> Task item
What lines of the data below hold "given"? Show them.
┌──
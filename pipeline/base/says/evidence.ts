const two = (value: number): string => (Number.isFinite(value) ? String(Number(value.toPrecision(2))) : 'open');
const factor = (value: number): string => String(Number(value.toPrecision(3)));

export const theory = (
  parameter: { readonly name: string; readonly estimate: number; readonly lower: number; readonly upper: number },
  group: string,
  text: string,
  compatible: boolean,
): string => {
  const what = group === '' ? `offset ${parameter.name}` : `exponent ${parameter.name} of ${group}`;
  return `${what} = ${two(parameter.estimate)} (${two(parameter.lower)} to ${two(parameter.upper)}) is ${compatible ? 'compatible' : 'not compatible'} with ${text}`;
};
export const entangled = (law: string, parameters: readonly string[], index: number): string =>
  `In ${law} the trials tell ${parameters.join(' and ')} only together (condition index ${Math.round(index)}): each alone is less certain than the law itself.`;
export const range = (group: string, span: number, scale: 'relative' | 'absolute'): string =>
  scale === 'relative' ? `${group} spans a factor of ${factor(span)}.` : `${group} spans ${factor(span)}.`;
export const narrow = (law: string, group: string, parameter: string, span: number): string =>
  `${group} spans only a factor of ${factor(span)} in the trials: in ${law} its exponent ${parameter} is hardly measured. Hold it at a published value, or run trials that vary ${group}.`;
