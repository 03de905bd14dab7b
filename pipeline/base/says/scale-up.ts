/** Three significant digits; powers of ten outside 0.001 to 100 000. */
const short = (value: number): string => {
  const plain = Number(value.toPrecision(3));
  const size = Math.abs(plain);
  return plain === 0 || (size >= 1e-3 && size < 1e5) ? String(plain) : value.toExponential(2).replace('e+', 'e');
};
const percent = (share: number): string => `${short(100 * share)} %`;
const inUnit = (unit: string): string => (unit === '1' || unit === '' ? '' : ` ${unit}`);

export const fromLaw = (): string => 'parameters of the law';
export const fromCampaigns = (): string => 'differences between campaigns';
export const fromScatter = (): string => 'scatter of the trials';

export const laminarFloor = (): string => 'fully developed laminar flow, wall at one temperature or concentration (Shah and London 1978)';
export const stagnantFloor = (): string => 'a sphere in a medium at rest';

export const equalPower = (): string => 'power per volume';
export const equalTip = (): string => 'tip speed';
export const equalReynolds = (): string => 'Reynolds number';
export const equalFroude = (): string => 'Froude number';
export const equalSuspension = (): string => 'margin above the just-suspended speed (Zwietering 1958)';
export const equalCoefficient = (): string => 'coefficient, by the law';
export const equalVolumetric = (): string => 'volumetric coefficient, by the law';
export const criteriaOf = (name: string, speed: number, impeller: number): string =>
  `case ${name}, against the trials' geometric means (speed ${short(60 * speed)} rpm, impeller ${short(1000 * impeller)} mm), vessels geometrically similar, same liquid`;

interface Said {
  readonly name: string;
  readonly predictions: readonly { readonly coefficient: number; readonly lower: number; readonly upper: number }[];
  readonly verdict: string;
}

export function plantHeadline(
  cases: readonly Said[],
  { symbol, unit }: { readonly symbol: string; readonly unit: string },
  confidence: number,
): string {
  const told = cases
    .slice(0, 3)
    .map(({ name, predictions: [first], verdict }) =>
      first === undefined
        ? `Case ${name}: no prediction; ${verdict}.`
        : `Case ${name}: ${symbol} = ${short(first.coefficient)}${inUnit(unit)} (${short(first.lower)} to ${short(first.upper)} at ${percent(confidence)}); ${verdict}.`,
    );
  const more = cases.length > 3 ? [`${cases.length - 3} more ${cases.length === 4 ? 'case stands' : 'cases stand'} below.`] : [];
  return [...told, ...more].join(' ');
}

interface Outside {
  readonly of: string;
  readonly kind: 'group' | 'raw' | 'joint';
  readonly value: number;
  readonly from: number;
  readonly to: number;
  readonly beyond: number;
}

/** The worst group first; without any, the raw quantity or the combination. */
export function caseVerdict(extrapolation: readonly Outside[], wider: 'interval' | 'spread between laws'): string {
  const worst = (kind: Outside['kind']): Outside | undefined =>
    extrapolation.filter((one) => one.kind === kind && one.beyond > 1).sort((a, b) => b.beyond - a.beyond)[0];
  const [group, joint, raw] = [worst('group'), worst('joint'), worst('raw')];
  const told: string[] = [];
  if (group !== undefined) told.push(`${group.of} lies ${short(group.beyond)} x ${side(group)} tried`);
  else if (joint !== undefined && joint.beyond > 1.2)
    told.push(
      `each group is inside what was tried, but their combination is not (law ${short(joint.beyond)} x less certain than at any trial)`,
    );
  else told.push('inside what was tried');
  if (raw !== undefined) told.push(`${raw.of} ${short(raw.beyond)} x ${side(raw)} tried`);
  if (wider === 'spread between laws') told.push('the laws differ by more than the interval');
  return told.join('; ');
}

const side = ({ value, to }: Outside): string => (value > to ? 'above the largest' : 'below the smallest');

export const noAnswer = (groups: readonly string[]): string =>
  groups.length === 0 ? 'the law has no value there' : `${groups.join(' and ')} ${groups.length === 1 ? 'has' : 'have'} no value there`;
export const ofCase = (name: string, text: string): string => `Case ${name}: ${text}`;
export const lacksAtPlant = (by: string, keys: readonly string[]): string =>
  `${by} is not asked for the plant: ${keys.join(', ')} cannot be had there.`;
export const circular = (by: string, keys: readonly string[]): string =>
  `${by} is not asked for the plant: ${keys.join(', ')} ${keys.length === 1 ? 'follows' : 'follow'} from the coefficient itself.`;
export const justSuspended = (name: string, speed: number, needed: number): string =>
  `Case ${name}: solids are just suspended at ${short(60 * needed)} rpm (Zwietering 1958); the case turns at ${short(60 * speed)} rpm${
    speed < needed ? ', so that part of them will rest on the bottom and the coefficient does not hold for them' : ''
  }.`;
export const belowFloor = (name: string, floor: string): string =>
  `Case ${name}: the design value lies below a physical floor (${floor}); the floor is the better value there.`;
export const sizeLacks = (find: string, lacks: string): string => `${find} cannot be found: ${lacks} is not stated for the case.`;
export const whatTheIntervalHolds = (confidence: number): string =>
  `Prediction intervals (${percent(confidence)}) are for the true coefficient in a new campaign: parameters, systematic sources, differences between campaigns and scatter. They hold neither the plant's own measurement uncertainty nor differences between one unit and another, which no trial on one rig can tell.`;
export const noCampaignVariance = (kind: string): string =>
  kind === 'fixed'
    ? 'With two campaigns their difference is known, its variance hardly: how far another campaign may lie off is not in the intervals.'
    : 'How far one campaign lies from another is not known from these trials and is not in the intervals; they are too narrow by that much.';
export const spreadWider = (): string =>
  'Where accepted laws differ by more than the interval of the chosen one, the difference is the better measure of what is not known; the design value is the outermost of them.';
export const compareByEye = (key: string, rig: string, plant: string | undefined): string =>
  `${key}: the rig had "${rig}", the plant ${plant === undefined || plant === '' ? 'states none' : `has "${plant}"`}; the law holds for the rig's.`;
export const worstOfRange = (name: string, worst: string, value: number, conservative: 'low' | 'high'): string =>
  `Over the range of case ${name} the design value is ${conservative === 'low' ? 'smallest' : 'largest'} at "${worst}": ${short(value)}.`;
export const resistancesAsStated = (): string =>
  'Wall, fouling and other side enter the overall coefficient as stated, without an uncertainty of their own: its interval is the coefficient’s alone.';
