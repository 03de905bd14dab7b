/** Why a trial has no place in the fit: a key that a law needs came out as something that cannot be used. */
export const noUsableValue = (key: string, value: number, scale: 'relative' | 'absolute'): string =>
  Number.isFinite(value)
    ? `${key} comes out as ${Number(value.toPrecision(4))}${scale === 'relative' ? ': a law fitted on logarithms needs a value above zero' : ''}`
    : `${key} cannot be computed from this row's readings`;

export const monteCarloDisagrees = (key: string, trials: number, of: number, worst: number): string =>
  `${key}: propagation of distributions (JCGM 101) differs from the linear uncertainty by more than 10 % in ${trials} of ${of} trials, at worst by ${Math.round(100 * worst)} %. The linear figure is used in the fit; where the two differ, intervals are approximate.`;
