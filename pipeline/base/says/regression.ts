/** What the fit of a law tells its reader. Numbers come on the scale of the fit. */
const digits = (value: number, count = 3): string => (Number.isFinite(value) ? String(Number(value.toPrecision(count))) : 'unknown');
const percent = (share: number): string => `${digits(100 * share, 2)} %`;
const list = (names: readonly string[], most = 5): string =>
  names.length > most ? `${names.slice(0, most).join(', ')} and ${names.length - most} more` : names.join(', ');
const probability = (p: number): string => (p < 0.001 ? 'below 0.001' : digits(p, 2));

export const weightNotPositive = (trial: string, value: number): string =>
  `trial ${trial} has the weight ${value}; weights must be numbers above zero`;

export const exactTrials = (trials: readonly string[]): string =>
  `scatter: none leans on stated uncertainties alone, and ${trials.length === 1 ? 'trial' : 'trials'} ${list(trials)} ${trials.length === 1 ? 'has' : 'have'} none that reaches the law; state uncertainties or use scatter: estimate`;

export const tooFewTrials = (law: string, n: number, parameters: number): string =>
  `${law} has ${parameters} ${parameters === 1 ? 'parameter' : 'parameters'} and ${n} ${n === 1 ? 'trial' : 'trials'}: nothing is left to tell how well it holds, so no interval is given`;

export const notConverged = (law: string, why: string, value: number, limit: number): string =>
  `the fit of ${law} ended as "${why}" (${digits(value, 2)} against a limit of ${digits(limit, 2)}): its values are not a minimum to rely on`;

export const noValue = (law: string): string =>
  `${law} has no value at some trial for any starting value tried; give start values, or check the groups and the form`;

export const heldNotIdentified = (parameter: string, value: number, from: string): string =>
  `these trials cannot tell ${parameter} from the other parameters: it is held at ${digits(value)} (${from}), not measured, and the intervals do not contain its error`;

export const notIdentified = (parameters: readonly string[]): string =>
  `these trials cannot tell ${list(parameters)} apart: the law has no unique values. Vary the groups separately, or fix one of them (or give it a start value, at which it would be held)`;

export const heldUnreliable = (parameter: string, value: number, from: string, reliability: number): string =>
  `the group behind ${parameter} varies hardly more than its own uncertainty (share of real variation ${digits(reliability, 2)}, below 0.6): ${parameter} is held at ${digits(value)} (${from}), not measured, and the intervals do not contain its error`;

export const attenuated = (reliability: number, uncorrected: string): string =>
  `part of the variation of the groups is their own uncertainty (share of real variation ${digits(reliability, 2)}, below 0.85): the correction for it leans on the stated uncertainties being right; without it: ${uncorrected}`;

export const uncorrected = (values: string): string => `with errors of the groups ignored the parameters would be ${values}`;

export const whatPredictionsHold = (): string =>
  'a prediction is for the true coefficient of a new campaign: its interval holds the law, the difference between campaigns where it is known, scatter and systematic sources. The measurement errors of the rig are not in it (they do not go to the plant), and neither is any difference between one unit and another (trials of one rig cannot know it)';

export const oneCampaign = (law: string): string =>
  `all trials of ${law} are of one campaign (or named as one): how much a new campaign, batch or set-up would shift the coefficient is not known from them, and no interval here contains it; experience or a second campaign must`;

export const twoCampaigns = (law: string, shift: string): string =>
  `${law} has two campaigns: their difference (${shift}) is taken out as a fixed shift, which protects the exponents; two are too few to know what a third would do, so the factor in front and every prediction lack that part in their intervals`;

export const randomTwoCampaigns = (): string =>
  'a campaign variance from two campaigns has one degree of freedom: the intervals that lean on it are very wide, and still only as good as that';

export const campaignsIgnored = (count: number): string =>
  `the ${count} campaigns are not told apart (campaign_effect: none): if they differ, the intervals are too narrow and predictions lack that part`;

export const campaignsInseparable = (): string =>
  'every campaign is a single trial, so a shift between campaigns cannot be told from scatter; the scatter holds both';

export const campaignAtZero = (): string =>
  'the variance between campaigns comes out as zero, which few campaigns do not prove; the degrees of freedom remember that it was estimated, so intervals may be wider than needed';

export const scatterAtZero = (chiSquared: number, degrees: number, below: number, above: number): string =>
  `no scatter is left beyond the stated uncertainties (chi-squared ${digits(chiSquared)} on ${degrees}; a smaller value has probability ${probability(below)}, a larger one ${probability(above)})`;

export const uncertaintyTooLarge = (chiSquared: number, degrees: number, below: number, above: number, values: string): string =>
  `the trials agree better than their stated uncertainties allow (chi-squared ${digits(chiSquared)} on ${degrees}; a smaller value has probability ${probability(below)}, a larger one ${probability(above)}): the uncertainties are stated too large, or what is stated as random is shared between trials, and the correction for errors of the groups is then too strong; without it: ${values}`;

export const scatterIgnored = (chiSquared: number, degrees: number, above: number): string =>
  `the trials scatter more than their stated uncertainties (chi-squared ${digits(chiSquared)} on ${degrees}, probability of more ${probability(above)}), and scatter: none leaves that out: the intervals are too narrow`;

export const onBound = (parameter: string, bound: number): string =>
  `${parameter} ends on its bound ${digits(bound)}: the data want it beyond; it has no interval on that side, and the other intervals take it as known`;

export const fewDegreesOfFreedom = (law: string, degrees: number): string =>
  `${law} leaves ${degrees} degrees of freedom: the intervals rest on very few trials`;

export const noCovariance = (law: string): string =>
  `the errors of the groups outweigh their variation in ${law}: no covariance of the parameters exists, and no interval is given`;

export const weightsReplace = (): string =>
  'weights take the place of the stated random uncertainties: errors of the groups are not corrected for, and a prediction holds the scatter of a trial of weight 1';

export const randomPartOnly = (): string => 'random part only';
export const parametricBootstrap = (): string => 'a check: studies drawn from the fit and refitted at its own variances, random part only';
export const trialBootstrap = (): string => 'a check: trials drawn with replacement, random part only';
export const campaignBootstrap = (campaigns: number): string =>
  `a check only: percentiles over ${campaigns} campaigns are too narrow (with ten or fewer they hold the truth in 74 to 90 % of studies where 95 % is meant)`;
export const campaignBootstrapT = (failed: number, of: number): string =>
  `a check: studentised over campaigns${failed > 0 ? `; ${failedResamples(failed, of)}` : ''}`;
export const failedResamples = (failed: number, of: number): string => `${failed} of ${of} resamples have no fit and are left out`;

export const choices = { percent, digits };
└──
> The completed task
  `${law} has ${parameters} ${parameters === 1 ? 'parameter' : 'parameters'} and ${n} ${n === 1 ? 'trial' : 'trials'}: nothing is left to tell how well it holds, so no interval is given`;
  `the errors of the groups outweigh their variation in ${law}: no covariance of the parameters exists, and no interval is given`;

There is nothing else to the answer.